The first scenario involves two brothers who are middle aged, devoted family men, and passionately involved in their careers. The older brother is a high school history teacher earning $50,000 per year. The younger brother is an investment banker earning $1.5 million per year. In raising their sons, both parents emphasized the importance of finding meaningful work. The parents are delighted that both their sons have found satisfying careers but feel their older son should not be penalized for having a significantly lower income. Therefore, they plan to leave three-quarters of their estate to their older son and one-quarter to their younger son.

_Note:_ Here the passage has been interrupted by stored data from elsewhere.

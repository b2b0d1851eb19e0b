// Benchmark (not a test): server render time of the main pages on the built server, the gzip
// size of the JavaScript each page loads for its islands, a record page and its API answer under
// 32 connections, what goes out compressed, and the longest main-thread task in Chromium at 4×
// CPU slowdown on a record whose raw file has 10⁶ samples, and what the overlay of several such
// records fetches. Ends with one JSON line of figures.
// Usage: npm run bench:pages [-- --requests 200 --seconds 10 --path /windows --samples 1000000
//   --overlay-records 2 --overlay-only]
import { createHash, randomBytes } from 'node:crypto';
import { mkdtempSync, readFileSync, rmSync } from 'node:fs';
import autocannon from 'autocannon';
import http from 'node:http';
import { tmpdir } from 'node:os';
import path from 'node:path';
import { parseArgs } from 'node:util';
import { gzipSync } from 'node:zlib';
import { chromium, type Page } from 'playwright-core';
import { cvWindowOpeningSamples, formatExport } from '#lib/analysis/index.ts';
import { createDb } from '#lib/server/db/index.ts';
import { dataDir } from '../lib/paths.ts';
import { percentile, report, startBenchStack, type BenchStack } from './stack.ts';

const { values } = parseArgs({
  options: {
    requests: { type: 'string', default: '200' },
    seconds: { type: 'string', default: '10' },
    path: { type: 'string', multiple: true },
    samples: { type: 'string', default: '1000000' },
    'overlay-records': { type: 'string', default: '2' },
    'overlay-only': { type: 'boolean', default: false },
  },
});
const N = Number(values.requests);
const RENDER_TARGET_MS = 50;
const ISLAND_TARGET_KB = 150;
const RECORD_RPS_TARGET = 1_500;
const LONG_TASK_TARGET_MS = 200;
const CPU_SLOWDOWN = 4;

/** autocannon on one path; requests per second and p95 from every response's own time. */
async function hammer(
  url: string,
  connections: number,
  seconds: number,
  headers: Record<string, string> = {},
) {
  const times: number[] = [];
  const result = await new Promise<autocannon.Result>((resolve, reject) => {
    const run = autocannon({ url, connections, duration: seconds, headers }, (err, r) =>
      err ? reject(err) : resolve(r),
    );
    run.on('response', (_c, _s, _b, ms) => times.push(ms));
  });
  return {
    rps: result.requests.total / seconds,
    p95: percentile(times, 95),
    failed: result.non2xx + result.errors + result.timeouts,
  };
}

/** JavaScript a page loads for its islands: module scripts and island components, with their static imports. */
function pageScripts(html: string): string[] {
  const urls = new Set<string>();
  for (const m of html.matchAll(/(?:component-url|renderer-url|src)="(\/_astro\/[^"]+\.js)"/g))
    urls.add(m[1]!);
  return [...urls];
}

function gzipClosure(entries: string[], clientDir: string): { files: number; bytes: number } {
  const seen = new Set<string>();
  const queue = entries.map((u) => path.join(clientDir, u));
  let bytes = 0;
  while (queue.length) {
    const file = queue.pop()!;
    if (seen.has(file)) continue;
    seen.add(file);
    const text = readFileSync(file, 'utf8');
    bytes += gzipSync(text, { level: 9 }).byteLength;
    for (const m of text.matchAll(/(?:import|from)\s*["'](\.{1,2}\/[^"']+\.js)["']/g))
      queue.push(path.resolve(path.dirname(file), m[1]!));
  }
  return { files: seen.size, bytes };
}

async function main() {
  const stack = await startBenchStack();
  const clientDir = path.join(dataDir, 'bench', 'dist', 'client');
  const pages = values.path ?? ['/', '/windows', '/tools/scales'];
  try {
    // A record page: the collection's first record, or (in a new bench database) the record
    // with a big raw file made for the browser measurement below, made first.
    const samples = Number(values.samples);
    let big: string | undefined;
    const figures: Record<string, number | string> = {};
    if (!values['overlay-only']) {
      if (!values.path) {
        const list = await fetch(`${stack.url}/api/v1/records?limit=1`)
          .then((r) => (r.ok ? r.json() : null))
          .catch(() => null);
        const handle: string | undefined =
          list?.items?.[0]?.handle ?? (big = await recordWithBigFile(stack, samples));
        pages.push(`/windows/${handle}`);
      }
      console.log(
        `Pages on the built server, ${N} sequential requests each (time to the full body):`,
      );
      for (const p of pages) {
        const first = await fetch(stack.url + p);
        if (!first.ok) {
          console.log(`  ${p}: ${first.status}, skipped`);
          continue;
        }
        const html = await first.text();
        for (let i = 0; i < 20; i++) await (await fetch(stack.url + p)).text();
        const times: number[] = [];
        for (let i = 0; i < N; i++) {
          const t0 = performance.now();
          await (await fetch(stack.url + p)).text();
          times.push(performance.now() - t0);
        }
        const p50 = percentile(times, 50);
        report(
          `render ${p} (p50; p95 ${percentile(times, 95).toFixed(1)} ms)`,
          `${p50.toFixed(1)} ms`,
          `≤ ${RENDER_TARGET_MS} ms`,
          p50 <= RENDER_TARGET_MS,
        );
        const js = gzipClosure(pageScripts(html), clientDir);
        report(
          `island JavaScript of ${p} (${js.files} files)`,
          `${(js.bytes / 1024).toFixed(1)} kB gzip`,
          p === '/windows' ? `≤ ${ISLAND_TARGET_KB} kB` : 'none',
          p !== '/windows' || js.bytes / 1024 <= ISLAND_TARGET_KB,
        );
      }

      const recordPage = pages.find((p) => p.startsWith('/windows/'));
      if (recordPage) {
        const seconds = Number(values.seconds);
        const handle = recordPage.slice('/windows/'.length);
        console.log(`\nA record, 32 connections, ${seconds} s each (anonymous reader):`);
        // Plain, as before; and the page as browsers ask for it (brotli accepted).
        const runs = [
          ['record page', recordPage, 'recordPage', {}],
          ['record page, br', recordPage, 'recordPageBr', { 'accept-encoding': 'br, gzip' }],
          ['record API', `/api/v1/records/${handle}`, 'recordApi', {}],
        ] as const;
        for (const [what, p, name, headers] of runs) {
          const r = await hammer(stack.url + p, 32, seconds, headers);
          report(
            `${what} ${p} (p95 ${r.p95.toFixed(1)} ms, ${r.failed} failed)`,
            `${r.rps.toFixed(0)} req/s`,
            `≥ ${RECORD_RPS_TARGET} req/s`,
            r.rps >= RECORD_RPS_TARGET && r.failed === 0,
          );
          figures[`${name}Rps`] = Math.round(r.rps);
          figures[`${name}P95Ms`] = Math.round(r.p95 * 10) / 10;
        }
      }

      // What goes out compressed when the client accepts it, and how assets are cached.
      console.log('\nCompression (accept-encoding: br, gzip) and caching:');
      const home = await (await fetch(stack.url + '/')).text();
      // The largest script the home page loads (one under 1 kB is sent as it is).
      const script = pageScripts(home)
        .map((u) => ({ u, bytes: readFileSync(path.join(clientDir, u)).byteLength }))
        .sort((a, b) => b.bytes - a.bytes)[0]?.u;
      const probes = [
        ['home page', '/'],
        ['explorer page', '/windows'],
        ...(recordPage ? [['record page', recordPage]] : []),
        ['search API', '/api/v1/records?limit=50'],
        ...(script ? [['script', script]] : []),
      ];
      for (const [what, p] of probes) {
        const plain = await fetch(stack.url + p!, { headers: { 'accept-encoding': 'identity' } });
        const plainBytes = (await plain.arrayBuffer()).byteLength;
        // Node's fetch decodes bodies: the encoded size comes from a raw request.
        const enc = await rawSize(stack.url + p!, 'br, gzip');
        report(
          `${what} ${p!.length > 40 ? p!.slice(0, 40) + '…' : p}`,
          `${enc.encoding || 'none'}, ${(enc.bytes / 1024).toFixed(1)} of ${(plainBytes / 1024).toFixed(1)} kB`,
          'br or gzip',
          enc.encoding === 'br' || enc.encoding === 'gzip',
        );
        if (what === 'script') {
          const cache = plain.headers.get('cache-control') ?? '';
          report('hashed asset cache-control', cache, 'immutable', cache.includes('immutable'));
        }
      }

      // A record whose raw file has 10⁶ samples, in Chromium with the CPU slowed down.
      big ??= await recordWithBigFile(stack, samples);
      const m = await mainThreadOnRecord(`${stack.url}/windows/${big}`, CPU_SLOWDOWN);
      console.log(
        `\nThe record page of ${big} in Chromium at ${CPU_SLOWDOWN}× CPU slowdown (long tasks: over 50 ms):`,
      );
      report('curve drawn after', `${(m.drawnMs / 1000).toFixed(1)} s`, '—', true);
      report(
        `longest main-thread task, load and draw (${m.tasksOnLoad} long)`,
        `${m.longestOnLoad.toFixed(0)} ms`,
        `≤ ${LONG_TASK_TARGET_MS} ms`,
        m.longestOnLoad <= LONG_TASK_TARGET_MS,
      );
      report(
        'raw file downloaded to draw',
        m.rawOnLoad ? `yes (${m.rawOnLoad})` : 'no',
        'no',
        m.rawOnLoad === 0,
      );
      report('bytes the page fetched (decoded)', `${(m.loadBytes / 1e6).toFixed(2)} MB`, '—', true);
      report(
        `longest task drawing every sample (${(m.everyMs / 1000).toFixed(1)} s)`,
        `${m.longestOnEvery.toFixed(0)} ms`,
        `≤ ${LONG_TASK_TARGET_MS} ms`,
        m.longestOnEvery <= LONG_TASK_TARGET_MS,
      );
      figures.longestTaskMs = Math.round(m.longestOnLoad);
      figures.longestTaskEverySampleMs = Math.round(m.longestOnEvery);
      figures.pageMB = Math.round(m.loadBytes / 1e4) / 100;
    }

    // The overlay of several records whose raw files have `samples` samples each.
    const overlaid = [big ?? (await recordWithBigFile(stack, samples))];
    while (overlaid.length < Number(values['overlay-records']))
      overlaid.push(await recordWithBigFile(stack, samples));
    const o = await overlayInBrowser(
      `${stack.url}/windows/overlay?records=${overlaid.join(',')}`,
      CPU_SLOWDOWN,
    );
    console.log(
      `\nThe overlay of ${overlaid.join(', ')} in Chromium at ${CPU_SLOWDOWN}× CPU slowdown:`,
    );
    report('curves drawn after', `${(o.drawnMs / 1000).toFixed(1)} s`, '—', true);
    report(
      'bytes the page fetched: decoded (over the wire)',
      `${(o.bytes / 1e6).toFixed(2)} MB (${(o.wire / 1e6).toFixed(2)} MB)`,
      '—',
      true,
    );
    report(
      'raw files downloaded to draw',
      o.rawDownloads ? `yes (${o.rawDownloads})` : 'no',
      'no',
      o.rawDownloads === 0,
    );
    report(
      `longest main-thread task (${o.longTasks} long)`,
      `${o.longest.toFixed(0)} ms`,
      `≤ ${LONG_TASK_TARGET_MS} ms`,
      o.longest <= LONG_TASK_TARGET_MS,
    );
    figures.rawSamples = samples;
    figures.overlayRecords = overlaid.length;
    figures.overlayMB = Math.round(o.bytes / 1e4) / 100;
    figures.overlayWireMB = Math.round(o.wire / 1e4) / 100;
    figures.overlayRawDownloads = o.rawDownloads;
    figures.overlayLongestTaskMs = Math.round(o.longest);
    figures.overlayDrawnS = Math.round(o.drawnMs / 100) / 10;
    console.log(JSON.stringify(figures));
  } finally {
    await stack.stop();
  }
}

The second scenario involves three brothers, the oldest an electrical engineer, the second oldest a highly regarded academic physicist, and the youngest a sales clerk. The two older brothers are well-adjusted, middle aged men who are devoted husbands and fathers. Their 30-year-old younger brother has struggled all his life with a pervasive developmental disorder, which has left him severely socially and learning compromised. Despite all his hard work, he struggles to keep jobs. The parents admire their youngest son’s courage and tenacity and agree he has far greater financial needs than his brothers. Thus, the parents’ plan is to give two-thirds of their estate to their youngest son and one-sixth to each of their older sons.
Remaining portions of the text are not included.